Copy, from the material below, each line that contains the word "gauge".

### [ENTRIES SHOWN]

::::::::

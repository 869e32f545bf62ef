import { z } from 'zod'
import { ModelIdSchema } from './gas.ts'

/**
 * POST /api/calc/state — the state of a gas mixture at a given temperature and pressure under one equation of
 * state. Units are explicit on every number; pressure says whether it is absolute or gauge.
 */

/** 'C' and 'F' are accepted as aliases of 'degC' and 'degF' (the fill-plan requests use them) */
export const TEMPERATURE_UNITS = ['K', 'degC', 'degF', 'C', 'F'] as const
export const PRESSURE_UNITS = ['Pa', 'kPa', 'MPa', 'bar', 'mbar', 'psi', 'atm'] as const
export const TemperatureUnitSchema = z.enum(TEMPERATURE_UNITS)
export const PressureUnitSchema = z.enum(PRESSURE_UNITS)
export type TemperatureUnit = z.infer<typeof TemperatureUnitSchema>
export type PressureUnit = z.infer<typeof PressureUnitSchema>

const finite = () => z.number().refine(Number.isFinite, 'must be a finite number')

export const TemperatureInputSchema = z.strictObject({ value: finite(), unit: TemperatureUnitSchema })
export const PressureInputSchema = z.strictObject({
  value: finite(),
  unit: PressureUnitSchema,
  reference: z.enum(['absolute', 'gauge']),
})
/** an absolute pressure without a gauge/absolute choice (atmospheric pressure is absolute by nature) */
export const AbsolutePressureInputSchema = z.strictObject({ value: finite(), unit: PressureUnitSchema })

export const MixtureRowSchema = z.strictObject({
  gas: z.string().min(1).max(64),
  /** mole (amount) fraction 0..1, never a percentage */
  fraction: finite().min(0, 'a mole fraction cannot be negative').max(1, 'a mole fraction is at most 1 (not a percentage)'),
})
export type MixtureRow = z.infer<typeof MixtureRowSchema>

export const StateRequestSchema = z.strictObject({
  mixture: z.array(MixtureRowSchema).min(1, 'add at least one gas').max(30),
  temperature: TemperatureInputSchema,
  pressure: PressureInputSchema,
  model: ModelIdSchema,
  /** local atmospheric pressure for gauge readings; default 101.325 kPa */
  atmosphericPressure: AbsolutePressureInputSchema.optional(),
  /** let a cubic model stand in when GERG-2008 does not cover a gas (default false: 400 naming the gas) */
  allowCubicFallback: z.boolean().optional(),
})
export type StateRequest = z.infer<typeof StateRequestSchema>

const q = <U extends string>(unit: U) => z.object({ value: z.number(), unit: z.literal(unit) })

export const CalcWarningSchema = z.object({
  code: z.string(),
  severity: z.enum(['info', 'caution', 'block']),
  message: z.string(),
})

export const StateResponseSchema = z.object({
  /** the model that was evaluated (differs from requestedModel only after an allowed fallback) */
  model: ModelIdSchema,
  requestedModel: ModelIdSchema,
  compressibility: z.number(),
  molarVolume: q('L/mol'),
  density: q('kg/m³'),
  molarDensity: q('mol/L'),
  molarMass: q('g/mol'),
  temperature: q('K'),
  absolutePressure: q('bar'),
  /** Dalton partial pressures x_i·p of each mixture row as given (ideal-gas concept: see warnings), absolute */
  partialPressures: z.array(z.object({ gas: z.string(), value: z.number(), unit: z.literal('bar') })),
  warnings: z.array(CalcWarningSchema),
})
export type StateResponse = z.infer<typeof StateResponseSchema>
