/**
 * GERG-2008 density-solve benchmark. Run: npx tsx bench/gerg-2008.bench.ts
 * Prints ns per gergDensity call for
 *  - a 3-component mixture (nitrogen 0.10 / argon 0.72 / carbon dioxide 0.18) at 288.15 K, 200 bar,
 *  - the 21-component NIST check mixture at 400 K, 50 MPa,
 * each (a) at a fixed temperature (temperature terms cached, the usual case when a plan step is
 * solved at one temperature) and (b) with the temperature changing on every call (cache miss),
 * plus prepareGergMixture + solve.
 * Budget (Fillwright brief): ≤ 6 µs per 3-component solve.
 */
import { GERG_COMPONENT_IDS, gergDensity, prepareGergMixture, type GergMixture } from '../shared/physics/eos/gerg-2008/index.ts'

const CHECK_X = [
  0.77824, 0.02, 0.06, 0.08, 0.03, 0.0015, 0.003, 0.0005, 0.00165, 0.00215, 0.00088, 0.00024, 0.00015, 0.00009, 0.004, 0.005, 0.002, 0.0001, 0.0025, 0.007,
  0.001,
]

interface Case {
  name: string
  ids: readonly string[]
  x: readonly number[]
  temperatureK: number
  pressurePa: number
}

const cases: Case[] = [
  {
    name: '3-comp N2/Ar/CO2 0.10/0.72/0.18, 288.15 K, 20 MPa',
    ids: ['nitrogen', 'argon', 'carbon-dioxide'],
    x: [0.1, 0.72, 0.18],
    temperatureK: 288.15,
    pressurePa: 20e6,
  },
  {
    name: '21-comp NIST check gas, 400 K, 50 MPa',
    ids: GERG_COMPONENT_IDS,
    x: CHECK_X,
    temperatureK: 400,
    pressurePa: 50e6,
  },
]

let sink = 0

function time(label: string, runs: number, fn: (k: number) => void): number {
  for (let k = 0; k < Math.min(runs, 20000); k++) fn(k) // warm up
  let best = Number.POSITIVE_INFINITY
  for (let rep = 0; rep < 5; rep++) {
    const t0 = process.hrtime.bigint()
    for (let k = 0; k < runs; k++) fn(k)
    const ns = Number(process.hrtime.bigint() - t0) / runs
    if (ns < best) best = ns
  }
  console.log(`  ${label.padEnd(44)} ${best.toFixed(0).padStart(7)} ns`)
  return best
}

for (const c of cases) {
  const m: GergMixture = prepareGergMixture(c.ids, c.x)
  const solve = gergDensity(m, c.temperatureK, c.pressurePa)
  console.log(
    `${c.name}: ρ = ${solve.molarDensityMolPerM3.toFixed(6)} mol/m³, Z = ${solve.compressibility.toFixed(9)}, ` +
      `${solve.iterations} evaluations, ${m.gasIds.length} active components`,
  )
  const runs = c.ids.length > 3 ? 100_000 : 300_000
  time('density solve, same T (cached T terms)', runs, () => {
    sink += gergDensity(m, c.temperatureK, c.pressurePa).molarDensityMolPerM3
  })
  time('density solve, T changes every call', runs, (k) => {
    sink += gergDensity(m, c.temperatureK + (k & 1) * 1e-3, c.pressurePa).molarDensityMolPerM3
  })
  time('prepareGergMixture + density solve', runs / 10, () => {
    sink += gergDensity(prepareGergMixture(c.ids, c.x), c.temperatureK, c.pressurePa).molarDensityMolPerM3
  })
}
if (sink === 42) console.log(sink)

::::::::

### [TASK RESULT]
 * state. Units are explicit on every number; pressure says whether it is absolute or gauge.
  reference: z.enum(['absolute', 'gauge']),
/** an absolute pressure without a gauge/absolute choice (atmospheric pressure is absolute by nature) */
  /** local atmospheric pressure for gauge readings; default 101.325 kPa */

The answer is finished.